START PROVIDED MATERIAL

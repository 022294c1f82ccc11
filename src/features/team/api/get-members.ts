import { queryOptions, useQuery } from '@tanstack/react-query';
import { MemberListSchema } from '#shared/schemas/accounts.ts';
import { apiRequest } from '../../../lib/api-client.ts';
import { apiPaths } from '../../../lib/api-paths.ts';

export const getMembers = () => apiRequest(apiPaths.members, { schema: MemberListSchema });

export const membersQueryOptions = () => queryOptions({ queryKey: ['members'], queryFn: getMembers });

export const useMembers = () => useQuery(membersQueryOptions());
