import { useMutation, useQueryClient } from '@tanstack/react-query';
import { apiRequest } from '../../../lib/api-client.ts';
import { apiPaths } from '../../../lib/api-paths.ts';
import { membersQueryOptions } from './get-members.ts';

export const removeMember = (userId: string) => apiRequest(apiPaths.member(userId), { method: 'DELETE' });

export function useRemoveMember() {
  const queryClient = useQueryClient();
  return useMutation({ mutationFn: removeMember, onSuccess: () => queryClient.invalidateQueries(membersQueryOptions()) });
}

END PROVIDED MATERIAL

PROBLEM DESCRIPTION: When the string "useQueryClient" occurs in a line of the material, that line belongs in the answer.

TASK OUTPUT:
import { useMutation, useQueryClient } from '@tanstack/react-query';
  const queryClient = useQueryClient();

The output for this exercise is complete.